Formation of edge state and optical Tamm state inside crystalline specimen using spatial phase modulation of X-ray beam

2022 Fiscal Year Final Research Report

• Project/Area Number: 20K03824
• Research Category: Grant-in-Aid for Scientific Research (C)
• Allocation Type: Multi-year Fund
• Section: 一般
• Review Section: Basic Section 13020:Semiconductors, optical properties of condensed matter and atomic physics-related
• Research Institution: Institute of Physical and Chemical Research
• Principal Investigator: Kohmura Yoshiki 国立研究開発法人理化学研究所, 放射光科学研究センター, チームリーダー (30270599)
• Co-Investigator(Kenkyū-buntansha): 澤田 桂 国立研究開発法人理化学研究所, 放射光科学研究センター, 研究員 (40462692) ; 大和田 謙二 国立研究開発法人量子科学技術研究開発機構, 関西光科学研究所 放射光科学研究センター, グループリーダー (60343935)
• Project Period (FY): 2020-04-01 – 2023-03-31
• Keywords: X線 / 局在状態生成 / トポロジー / 横滑り現象

Outline of Final Research Achievements

X-ray localization could occur at a lattice with its spacing modulated from other area which equivalently broke the gap of the dispersion curve of perfect crystals, in a similar manner as in band topology of nano-photonics.
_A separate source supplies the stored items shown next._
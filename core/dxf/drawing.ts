// The `Drawing`: what the DXF reader returns. Coordinates are in drawing units (the file's own
// frame, full float64 precision); the site stage moves them to a local origin.

export interface DrawingHeader {
  /** $ACADVER, e.g. 'AC1009' (R12) or 'AC1015' (R2000). */
  version: string;
  /** $INSUNITS code (0 unitless, 1 in, 2 ft, 4 mm, 5 cm, 6 m, ...). */
  insUnits: number;
  /** Extents of the model-space geometry actually read (not the header's stale $EXTMIN/$EXTMAX). */
  extents: Extents;
}

export interface Extents { minX: number; minY: number; maxX: number; maxY: number }

export interface DrawingLayer {
  name: string;
  /** ACI colour index (absolute value). */
  color: number;
  on: boolean;
  frozen: boolean;
}

/** Which DXF entity produced a piece of geometry (kept for messages and role suggestions). */
export type SourceKind =
  | 'LINE' | 'LWPOLYLINE' | 'POLYLINE' | 'CIRCLE' | 'ARC' | 'ELLIPSE' | 'SPLINE';

/** Every curve is tessellated to a polyline: flat x,y pairs in drawing units. */
export interface PolylineEntity {
  kind: 'polyline';
  layer: string;
  source: SourceKind;
  /** x0, y0, x1, y1, ... ; a closed polyline does not repeat its first point. */
  points: Float64Array;
  closed: boolean;
  /** Handle of the top-level model-space entity this came from (INSERTs: the INSERT's). */
  handle?: string;
}

export interface TextEntity {
  kind: 'text';
  layer: string;
  x: number;
  y: number;
  height: number;
  rotationDeg: number;
  /** Plain text (MTEXT formatting codes stripped); always shown as text, never as markup. */
  text: string;
  handle?: string;
}

export type DrawingEntity = PolylineEntity | TextEntity;

export interface Drawing {
  header: DrawingHeader;
  layers: DrawingLayer[];
  entities: DrawingEntity[];
  /** Non-fatal findings while reading (unsupported entities skipped, etc.). */
  warnings: string[];
}

export type DxfReadErrorKind =
  | 'binary' | 'empty' | 'garbage' | 'truncated' | 'too-large' | 'limit' | 'no-model-space';

export interface DxfReadError {
  kind: DxfReadErrorKind;
  message: string;
}
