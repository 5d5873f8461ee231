// The TABLES section, read here instead of by dxf-parser: its VPORT and LAYER loops do not advance
// on an unexpected 0-group and hang on a damaged table. Only the LAYER table is needed (name,
// colour 62 — negative when off — and flags 70, bit 1 frozen: DXF reference, LAYER table).

export interface LayerRecord { name: string; color: number; on: boolean; frozen: boolean }

/** Where the TABLES section is in the text: [start, end) covering `0/SECTION … 0/ENDSEC`, or null. */
export function findTablesSection(text: string): { start: number; end: number } | null {
  const head = /(^|\n)[ \t]*0[ \t]*\r?\n[ \t]*SECTION[ \t]*\r?\n[ \t]*2[ \t]*\r?\n[ \t]*TABLES[ \t]*\r?\n/g;
  const m = head.exec(text);
  if (!m) return null;
  const start = m.index + (m[1] ? 1 : 0);
  const tail = /\n[ \t]*0[ \t]*\r?\n[ \t]*ENDSEC[ \t]*\r?(\n|$)/g;
  tail.lastIndex = head.lastIndex;
  const t = tail.exec(text);
  if (!t) return null;
  return { start, end: t.index + t[0].length };
}

/** LAYER records from the TABLES section text; damaged records are skipped, never looped on. */
export function readLayerTable(tablesText: string): LayerRecord[] {
  const lines = tablesText.split(/\r\n|\r|\n/);
  const out: LayerRecord[] = [];
  let table = '';
  let rec: LayerRecord | null = null;
  const flush = (): void => {
    if (rec && rec.name !== '') out.push(rec);
    rec = null;
  };
  for (let i = 0; i + 1 < lines.length; i += 2) {
    const code = Number.parseInt(lines[i].trim(), 10);
    const value = lines[i + 1].trim();
    if (code === 0) {
      flush();
      if (value === 'LAYER' && table === 'LAYER') rec = { name: '', color: 7, on: true, frozen: false };
      else if (value === 'ENDTAB') table = '';
      continue;
    }
    if (code === 2 && rec === null && table === '' && i >= 2 && lines[i - 1].trim() === 'TABLE') {
      table = value;
      continue;
    }
    if (!rec) continue;
    const r: LayerRecord = rec;
    if (code === 2) r.name = value;
    else if (code === 62) {
      const c = Number.parseInt(value, 10);
      if (Number.isFinite(c)) { r.color = Math.abs(c); r.on = c >= 0; }
    } else if (code === 70) {
      const f = Number.parseInt(value, 10);
      if (Number.isFinite(f)) r.frozen = (f & 1) !== 0;
    }
  }
  flush();
  return out;
}
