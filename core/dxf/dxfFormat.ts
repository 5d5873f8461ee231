// Value formatting for the DXF writer: reals, text, handles and ACI colours.
// Deterministic by construction: the same number always prints the same characters.

/** A real as plain decimal text (no exponent), at most 9 decimals, trailing zeros dropped. */
export function dxfReal(x: number): string {
  if (!Number.isFinite(x)) throw new Error(`DXF writer got a non-finite number: ${x}`);
  if (Math.abs(x) < 5e-10) return '0.0';
  let s = x.toFixed(9);
  if (s.includes('.')) s = s.replace(/0+$/, '').replace(/\.$/, '.0');
  return s === '-0.0' ? '0.0' : s;
}

/**
 * Text value for a DXF group: one line, control characters removed. Non-ASCII characters are
 * written as `\U+XXXX` escapes (understood by DXF readers for every version) unless `utf8` is
 * set, in which case they are returned UTF-8 encoded as one char per byte (files from AC1021 on
 * are UTF-8; the caller splices bytes).
 */
export function dxfText(s: string, utf8: boolean): string {
  let out = '';
  for (const ch of s.replace(/[\r\n\t]+/g, ' ')) {
    const cp = ch.codePointAt(0)!;
    if (cp < 0x20 || cp === 0x7f) continue;
    if (cp < 0x80) { out += ch; continue; }
    if (utf8) {
      for (const b of new TextEncoder().encode(ch)) out += String.fromCharCode(b);
    } else if (cp <= 0xffff) {
      out += '\\U+' + cp.toString(16).toUpperCase().padStart(4, '0');
    } else {
      out += '?';
    }
  }
  return out;
}

/** A handle as upper-case hex. */
export const handleHex = (h: bigint): string => h.toString(16).toUpperCase();

/** Parse a handle's hex text; null when it is not hex. */
export function parseHandle(text: string): bigint | null {
  const t = text.trim();
  if (!/^[0-9A-Fa-f]{1,16}$/.test(t)) return null;
  return BigInt('0x' + t);
}

// ACI indices whose RGB values are fixed in the standard palette: 1–7 the primaries and white,
// 8/9 the greys, and hue steps 30 (orange), 190 (violet), 230 (rose) (from memory).
const ACI_RGB: readonly [number, number, number, number][] = [
  [1, 255, 0, 0], [2, 255, 255, 0], [3, 0, 255, 0], [4, 0, 255, 255], [5, 0, 0, 255],
  [6, 255, 0, 255], [7, 255, 255, 255], [8, 128, 128, 128], [9, 192, 192, 192],
  [30, 255, 127, 0], [190, 127, 0, 255], [230, 255, 0, 127],
];

/** Parse '#RRGGBB' (or 'RRGGBB'); null when malformed. */
export function parseHexColor(hex: string): [number, number, number] | null {
  const m = /^#?([0-9a-fA-F]{6})$/.exec(hex.trim());
  if (!m) return null;
  const v = parseInt(m[1], 16);
  return [(v >> 16) & 255, (v >> 8) & 255, v & 255];
}

/** Nearest of the fixed ACI colours to an RGB hex colour (7 when the hex is malformed). */
export function aciForHex(hex: string): number {
  const rgb = parseHexColor(hex);
  if (!rgb) return 7;
  let best = 7;
  let bestD = Infinity;
  for (const [aci, r, g, b] of ACI_RGB) {
    const d = (r - rgb[0]) ** 2 + (g - rgb[1]) ** 2 + (b - rgb[2]) ** 2;
    if (d < bestD) { bestD = d; best = aci; }
  }
  return best;
}

/** 24-bit true colour value for group 420 (AC1018 and later). */
export function trueColor(hex: string): number | null {
  const rgb = parseHexColor(hex);
  return rgb ? (rgb[0] << 16) | (rgb[1] << 8) | rgb[2] : null;
}

/** DXF version string → ordinal (AC1009 → 1009); 0 when unknown. */
export function versionNumber(acadver: string): number {
  const m = /^AC(\d{4})$/i.exec(acadver.trim());
  return m ? Number(m[1]) : 0;
}
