// The schedules read back by independent readers: openpyxl (XLSX) and Python's csv module,
// poppler's pdftoppm / pdftotext (PDF). Files go to tests/.tmp (git-ignored).
import { spawnSync } from 'node:child_process';
import fs from 'node:fs';
import path from 'node:path';
import { PNG } from 'pngjs';
import { beforeAll, describe, expect, it, vi } from 'vitest';
import { computeTakeOff } from '../../../core/takeoff/takeoff';
import type { TakeOff } from '../../../core/takeoff/takeoff';
import { writeTakeOffXlsx } from '../../../core/export/xlsx';
import { writeTakeOffCsv } from '../../../core/export/csv';
import { writeReportPdf } from '../../../core/export/pdf';
import { defaultSettings } from '../../../core/settings';
import { NOTICE_LINES, NOTICE_TITLE } from '../../../core/notice';
import { handNetwork, terminal } from '../takeoff/handNetwork';

const OUT = path.resolve(__dirname, '../../.tmp/export-schedules');
const U = ['power', 'telecom', 'water', 'gas'];
const net = handNetwork(
  [
    { id: 0, kind: 'connection', x: 0, y: 0, terminalId: 'C' },
    { id: 1, kind: 'junction', x: 40, y: 0 },
    { id: 2, kind: 'service', x: 40, y: 30, terminalId: 'S1' },
    { id: 3, kind: 'service', x: 70, y: 10, terminalId: 'S2' },
  ],
  [
    { from: 0, to: 1, pts: [0, 0, 40, 0], pave: 10, crossings: [{ x: 15, y: 0, layer: 'PAVE', kind: 'pavement-edge' }, { x: 30, y: 0, layer: 'OLD "FENCE", EAST', kind: 'line' }] },
    { from: 1, to: 2, pts: [40, 0, 40, 30] },
    { from: 1, to: 3, pts: [40, 0, 60, 0, 70, 10] },
  ],
);
const terms = [terminal('C', 'connection', U, 0, 0), terminal('S1', 'service', U, 40, 30), terminal('S2', 'service', ['power', 'telecom'], 70, 10)];
const meta = { project: 'Demo take-off', site: 'Test yard', date: '2026-01-15' };

function py(script: string, ...args: string[]): string {
  const r = spawnSync('/usr/bin/python3', ['-c', script, ...args], { encoding: 'utf8' });
  if (r.status !== 0) throw new Error(`python failed: ${r.stderr}`);
  return r.stdout;
}

let t: TakeOff;
let csvPath: string, xlsxPath: string, pdfPath: string;
beforeAll(async () => {
  fs.mkdirSync(OUT, { recursive: true });
  t = computeTakeOff(net, terms, defaultSettings());
  csvPath = path.join(OUT, 'takeoff.csv');
  xlsxPath = path.join(OUT, 'takeoff.xlsx');
  pdfPath = path.join(OUT, 'report.pdf');
  fs.writeFileSync(csvPath, writeTakeOffCsv(t));
  fs.writeFileSync(xlsxPath, await writeTakeOffXlsx(t, meta));
  fs.writeFileSync(pdfPath, await writeReportPdf(t, net, meta));
});

// Reads both files independently of our code and reports how they compare.
const COMPARE = `
import csv, json, sys, openpyxl
rows = list(csv.reader(open(sys.argv[1], newline='', encoding='utf-8')))
wb = openpyxl.load_workbook(sys.argv[2], data_only=True)
out = {"sheets": wb.sheetnames, "first": {n: wb[n].cell(1, 1).value for n in wb.sheetnames}, "mismatch": [], "types": []}
ws = wb["Line items"]
xl = [[c for c in r] for r in ws.iter_rows(values_only=True)]
start = next(i for i, r in enumerate(xl) if r[0] == "Group")
xl = xl[start:]
out["nrows"] = [len(rows), len(xl)]
for i, (a, b) in enumerate(zip(rows, xl)):
    for j, (ca, cb) in enumerate(zip(a, b)):
        if cb is None: cb = ""
        if isinstance(cb, (int, float)) and not isinstance(cb, bool):
            out["types"].append("n")
            if ca == "" or abs(float(ca) - cb) > 1e-9: out["mismatch"].append([i, j, ca, cb])
        elif str(cb) != ca:
            out["mismatch"].append([i, j, ca, str(cb)])
print(json.dumps(out))
`;

describe('schedules', () => {
  it('the XLSX read back by openpyxl equals the CSV read by Python csv, row by row', () => {
    const r = JSON.parse(py(COMPARE, csvPath, xlsxPath));
    expect(r.sheets).toEqual(['Summary', 'Line items', 'Segments', 'Utilities', 'Pull boxes']);
    expect(r.nrows[0]).toBe(t.lines.length + 2 + 1 + NOTICE_LINES.length);
    expect(r.nrows[1]).toBe(r.nrows[0]);
    expect(r.mismatch).toEqual([]);
    // quantities, prices and costs are stored as numbers, not text
    expect(r.types.length).toBeGreaterThanOrEqual(3 * t.lines.length);
  });

  it('every XLSX sheet opens with the notice (core/notice.ts)', () => {
    const r = JSON.parse(py(COMPARE, csvPath, xlsxPath));
    for (const name of r.sheets) expect(r.first[name]).toBe(NOTICE_TITLE);
  });

  it('the CSV has one row per line item, quotes awkward layer names, and ends with the notice', () => {
    const rows = JSON.parse(py('import csv,json,sys; print(json.dumps(list(csv.reader(open(sys.argv[1], newline="", encoding="utf-8")))))', csvPath)) as string[][];
    const keys = rows.slice(1).map((r) => r[1]);
    expect(keys.slice(0, t.lines.length)).toEqual(t.lines.map((l) => l.key));
    expect(rows.find((r) => r[1] === 'crossing.OLD "FENCE", EAST')?.[2]).toBe('Crossing — OLD "FENCE", EAST');
    expect(rows.filter((r) => r[0] === 'Notice').map((r) => r[2])).toEqual([NOTICE_TITLE, ...NOTICE_LINES]);
  });

  it('the PDF opens: pdftoppm renders page 1 with the APWA colours, pdftotext finds the notice', () => {
    const png = path.join(OUT, 'page');
    const r = spawnSync('pdftoppm', ['-png', '-r', '50', '-f', '1', '-l', '1', pdfPath, png]);
    expect(r.status).toBe(0);
    const file = fs.readdirSync(OUT).find((f) => f.startsWith('page') && f.endsWith('.png')) as string;
    const img = PNG.sync.read(fs.readFileSync(path.join(OUT, file)));
    let red = 0, blue = 0;
    for (let i = 0; i < img.data.length; i += 4) {
      const [R, G, B] = [img.data[i], img.data[i + 1], img.data[i + 2]];
      if (R > 200 && G < 80 && B < 80) red++; // APWA red (electric)
      if (B > 200 && R < 80 && G < 80) blue++; // APWA blue (potable water)
    }
    expect(red).toBeGreaterThan(20);
    expect(blue).toBeGreaterThan(20);
    const text = spawnSync('pdftotext', ['-layout', pdfPath, '-'], { encoding: 'utf8' }).stdout;
    expect(text).toContain(NOTICE_TITLE);
    for (const line of NOTICE_LINES) expect(text.replace(/\s+/g, ' ')).toContain(line.slice(0, 40));
  });

  it('the PDF is byte-identical for the same input and date', async () => {
    const a = await writeReportPdf(t, net, meta);
    const b = await writeReportPdf(t, net, meta);
    expect(Buffer.from(a).equals(Buffer.from(b))).toBe(true);
  });

  it('the XLSX is byte-identical whatever the clock says, its entries dated by the date passed in (read by Python zipfile)', async () => {
    vi.useFakeTimers({ toFake: ['Date'] });
    try {
      vi.setSystemTime(new Date('2031-07-04T10:11:12Z'));
      const a = await writeTakeOffXlsx(t, meta);
      vi.setSystemTime(new Date('2033-02-01T23:59:58Z'));
      const b = await writeTakeOffXlsx(t, meta);
      expect(Buffer.from(a).equals(Buffer.from(b))).toBe(true);
      const file = path.join(OUT, 'pinned.xlsx');
      fs.writeFileSync(file, a);
      const dates = JSON.parse(py('import json,sys,zipfile; print(json.dumps(sorted({z.date_time for z in zipfile.ZipFile(sys.argv[1]).infolist()})))', file));
      expect(dates).toEqual([[2026, 1, 15, 0, 0, 0]]);
    } finally {
      vi.useRealTimers();
    }
  });
});
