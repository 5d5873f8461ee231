// What Furrow draws: the trench network as plain entities (polylines, circles, text) in the
// drawing's own units and frame (drawing = local / scale + origin), before any DXF syntax.

import { noticeText } from '../notice';
import type { TrenchNetwork } from '../network/trenchNetwork';
import { DEFAULT_DXF_LAYERS, type DxfLayerNames, type UtilitySetting } from '../settings';
import type { Extents } from './drawing';
import type { Terminal } from '../site/site';
import { fromMetres, unitLabels } from '../units';
import { aciForHex } from './dxfFormat';
import { trenchOutline } from './trenchOutline';

export type OutEntity =
  | { type: 'polyline'; layer: string; color?: number; hex?: string; points: Float64Array; closed: boolean }
  | { type: 'circle'; layer: string; color?: number; hex?: string; x: number; y: number; r: number }
  | { type: 'line'; layer: string; color?: number; hex?: string; x1: number; y1: number; x2: number; y2: number }
  | { type: 'text'; layer: string; color?: number; x: number; y: number; height: number; rotationDeg: number; text: string };

export interface OutLayer { name: string; color: number }

/** Per-segment facts from the take-off: full trench width (routing units) and what it carries. */
export interface SegmentDrawInfo {
  segmentId: number;
  width: number;
  /** utility key → conduit (or pipe) count */
  carries: Readonly<Record<string, number>>;
}

export interface PullBoxMark { x: number; y: number; utilities: readonly string[] }

export interface TrenchDrawingInput {
  net: TrenchNetwork;
  terminals: readonly Terminal[];
  utilities: readonly UtilitySetting[];
  segments?: readonly SegmentDrawInfo[];
  pullBoxes?: readonly PullBoxMark[];
  layers?: Partial<DxfLayerNames>;
  /** Extents of the original drawing (drawing units): the notes go to the right of them. */
  extents?: Extents;
  /** Width used when a segment has no take-off entry, routing units (default 12 in; practice). */
  defaultWidth?: number;
}

export interface TrenchDrawing {
  layers: OutLayer[];
  names: DxfLayerNames;
  entities: OutEntity[];
}

// Symbol sizes in metres (drawing aids, not quantities).
const MARK_R_M = 0.35;
const PULLBOX_SIDE_M = 0.9; // a 24 x 36 in handhole is a common size (practice); drawn square
const LABEL_H_M = 0.6;
const NOTES_H_M = 1.2;

/** Layer names with defaults filled in. */
export function layerNames(partial?: Partial<DxfLayerNames>): DxfLayerNames {
  return { ...DEFAULT_DXF_LAYERS, ...(partial ?? {}) };
}

export function buildTrenchDrawing(input: TrenchDrawingInput): TrenchDrawing {
  const { net } = input;
  const names = layerNames(input.layers);
  const { originX, originY, scale } = net.frame;
  const u = net.units;
  const toD = (v: number): number => v / scale; // routing units → drawing units (lengths)
  const X = (x: number): number => x / scale + originX;
  const Y = (y: number): number => y / scale + originY;
  const pts = (local: Float64Array): Float64Array => {
    const out = new Float64Array(local.length);
    for (let i = 0; i < local.length; i += 2) { out[i] = X(local[i]); out[i + 1] = Y(local[i + 1]); }
    return out;
  };
  const util = new Map(input.utilities.map((x) => [x.key, x]));
  const utilColor = (key: string): { color: number; hex?: string } => {
    const s = util.get(key);
    return s ? { color: aciForHex(s.color), hex: s.color } : { color: 7 };
  };
  const info = new Map((input.segments ?? []).map((s) => [s.segmentId, s]));
  const defaultWidth = input.defaultWidth ?? fromMetres(0.3048, u);
  const markR = toD(fromMetres(MARK_R_M, u));
  const labelH = toD(fromMetres(LABEL_H_M, u));
  const ents: OutEntity[] = [];

  // Centreline: one polyline per segment, proposed excavation in white (APWA).
  for (const s of net.segments) {
    ents.push({ type: 'polyline', layer: names.centerline, points: pts(s.points), closed: false });
  }

  // Outline: buffered and unioned in local units, then moved to the drawing frame.
  const degree = new Map<number, number>();
  for (const s of net.segments) for (const n of [s.from, s.to]) degree.set(n, (degree.get(n) ?? 0) + 1);
  const widthOf = (id: number): number => info.get(id)?.width ?? defaultWidth;
  const jointR = new Map<number, number>();
  for (const s of net.segments) for (const n of [s.from, s.to]) jointR.set(n, Math.max(jointR.get(n) ?? 0, widthOf(s.id) / 2));
  const joints = net.nodes.filter((n) => (degree.get(n.id) ?? 0) >= 2).map((n) => ({ x: n.x, y: n.y, radius: jointR.get(n.id) ?? 0 }));
  for (const ring of trenchOutline(net.segments.map((s) => ({ points: s.points, width: widthOf(s.id) })), joints)) {
    ents.push({ type: 'polyline', layer: names.outline, points: pts(ring), closed: true });
  }

  // Pull boxes: nested squares, one per utility in its APWA colour.
  for (const pb of input.pullBoxes ?? []) {
    const keys = pb.utilities.length ? pb.utilities : [''];
    keys.forEach((k, i) => {
      const h = toD(fromMetres(PULLBOX_SIDE_M, u)) / 2 + i * markR * 0.3;
      const cx = X(pb.x), cy = Y(pb.y);
      ents.push({ type: 'polyline', layer: names.pullBox, ...utilColor(k), closed: true, points: Float64Array.of(cx - h, cy - h, cx + h, cy - h, cx + h, cy + h, cx - h, cy + h) });
    });
  }

  // Services (concentric circles) and connections (diamonds), one ring per utility; id beside.
  const unreachable = new Set(net.unreachable.map((x) => x.id));
  for (const t of input.terminals) {
    const cx = X(t.x), cy = Y(t.y);
    t.utilities.forEach((k, i) => {
      const r = markR * (1 + 0.35 * i);
      if (t.role === 'service') ents.push({ type: 'circle', layer: names.service, ...utilColor(k), x: cx, y: cy, r });
      else ents.push({ type: 'polyline', layer: names.service, ...utilColor(k), closed: true, points: Float64Array.of(cx, cy - r * 1.4, cx + r * 1.4, cy, cx, cy + r * 1.4, cx - r * 1.4, cy) });
    });
    if (t.snapDistance > 0) ents.push({ type: 'line', layer: names.service, x1: X(t.given.x), y1: Y(t.given.y), x2: cx, y2: cy });
    const tag = unreachable.has(t.id) ? `${t.id} (NOT CONNECTED)` : t.id;
    ents.push({ type: 'text', layer: names.service, x: cx + markR * 2, y: cy + markR * 2, height: labelH, rotationDeg: 0, text: tag });
  }

  // Labels: segment id, length, contents, at the middle of the segment along its longest piece.
  const lenLabel = unitLabels(u).length;
  // utilities in the order of the settings, unknown keys after them alphabetically
  const rank = (k: string): number => { const i = input.utilities.findIndex((x) => x.key === k); return i < 0 ? Infinity : i; };
  const byUtilityOrder = (a: string, b: string): number => rank(a) - rank(b) || (a < b ? -1 : a > b ? 1 : 0);
  for (const s of net.segments) {
    const carried = info.get(s.id)?.carries ?? {};
    const contents = Object.keys(carried).sort(byUtilityOrder).filter((k) => carried[k] > 0).map((k) => `${k} ${carried[k]}`).join(', ');
    const text = `S${s.id} ${s.length.toFixed(1)} ${lenLabel}${contents ? ' ' + contents : ''}`;
    const at = labelAnchor(s.points);
    const off = widthOf(s.id) / 2 + fromMetres(LABEL_H_M, u) * 0.5;
    ents.push({ type: 'text', layer: names.label, x: X(at.x - at.sin * off), y: Y(at.y + at.cos * off), height: labelH, rotationDeg: at.angleDeg, text });
  }

  // Notes: the verification notice (core/notice.ts), beside the drawing.
  const ext = input.extents ?? networkExtents(net, X, Y);
  const spanX = Math.max(ext.maxX - ext.minX, 1e-9), spanY = Math.max(ext.maxY - ext.minY, 1e-9);
  const notesH = Math.max(toD(fromMetres(NOTES_H_M, u)), spanY / 80);
  const nx = ext.maxX + Math.max(spanX * 0.05, notesH * 4);
  noticeText('\n').split('\n').forEach((line, i) => {
    ents.push({ type: 'text', layer: names.notes, x: nx, y: ext.maxY - notesH * (1 + i * 1.6), height: notesH, rotationDeg: 0, text: line });
  });

  const layers: OutLayer[] = [
    { name: names.centerline, color: 7 },
    { name: names.outline, color: 8 },
    { name: names.pullBox, color: 7 },
    { name: names.service, color: 7 },
    { name: names.label, color: 7 },
    { name: names.notes, color: 7 },
  ];
  return { layers, names, entities: ents };
}

function labelAnchor(p: Float64Array): { x: number; y: number; angleDeg: number; cos: number; sin: number } {
  let total = 0;
  for (let i = 2; i < p.length; i += 2) total += Math.hypot(p[i] - p[i - 2], p[i + 1] - p[i - 1]);
  let acc = 0;
  for (let i = 2; i < p.length; i += 2) {
    const l = Math.hypot(p[i] - p[i - 2], p[i + 1] - p[i - 1]);
    if (acc + l >= total / 2 && l > 0) {
      const t = (total / 2 - acc) / l;
      let dx = (p[i] - p[i - 2]) / l, dy = (p[i + 1] - p[i - 1]) / l;
      if (dx < -1e-12 || (Math.abs(dx) <= 1e-12 && dy < 0)) { dx = -dx; dy = -dy; } // keep text upright
      return { x: p[i - 2] + (p[i] - p[i - 2]) * t, y: p[i - 1] + (p[i + 1] - p[i - 1]) * t, angleDeg: (Math.atan2(dy, dx) * 180) / Math.PI, cos: dx, sin: dy };
    }
    acc += l;
  }
  return { x: p[0] ?? 0, y: p[1] ?? 0, angleDeg: 0, cos: 1, sin: 0 };
}

function networkExtents(net: TrenchNetwork, X: (x: number) => number, Y: (y: number) => number): Extents {
  let minX = Infinity, minY = Infinity, maxX = -Infinity, maxY = -Infinity;
  for (const n of net.nodes) {
    minX = Math.min(minX, X(n.x)); maxX = Math.max(maxX, X(n.x));
    minY = Math.min(minY, Y(n.y)); maxY = Math.max(maxY, Y(n.y));
  }
  if (!Number.isFinite(minX)) return { minX: X(0), minY: Y(0), maxX: X(0), maxY: Y(0) };
  return { minX, minY, maxX, maxY };
}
We used the void- or inclusion-type of stacking faults on (111) diamond crystal plane where either one third of lattice spacing is reduced or enlarged compared to normal unit cell. It was important to spatially separate the weak effect of X-ray localization from X-ray transmission through crystal which was realized by X-ray translation effect, where deflection of X-ray trajectory occurred at deformed lattice planes. Our theoretical research showed the potential of X-ray localization in the proximity of interface. We, however, found that X-ray propagation was dominated by other propagation mode, which was visualized by two-wave interference fringes due to the allowed two wave vectors inside crystal after the termination of X-ray translation effect at interface

Free Research Field

X線光学

Academic Significance and Societal Importance of the Research Achievements

電磁波の反射に適した周期長を持つ周期媒体内で、これと外れた厚さを有する層では、電磁波の局在が生じる。この現象は、外の二つの周期媒体の反射鏡の中に挟まれているため生じると考えられ、この層を非常に体積の小さい共振器として利用し、レーザー発振を生じうる。すでに、可視光領域では、この現象を使ってトポロジカル・レーザー発振が近年実現されている。本研究はX線がブラッグ反射を起こす周期媒体として結晶を用い、格子間距離の変調が起きている積層欠陥でのブラッグ反射の挙動を理論的に明らかにし、同様のレーザー発振につながる基礎的な成果をもたらした。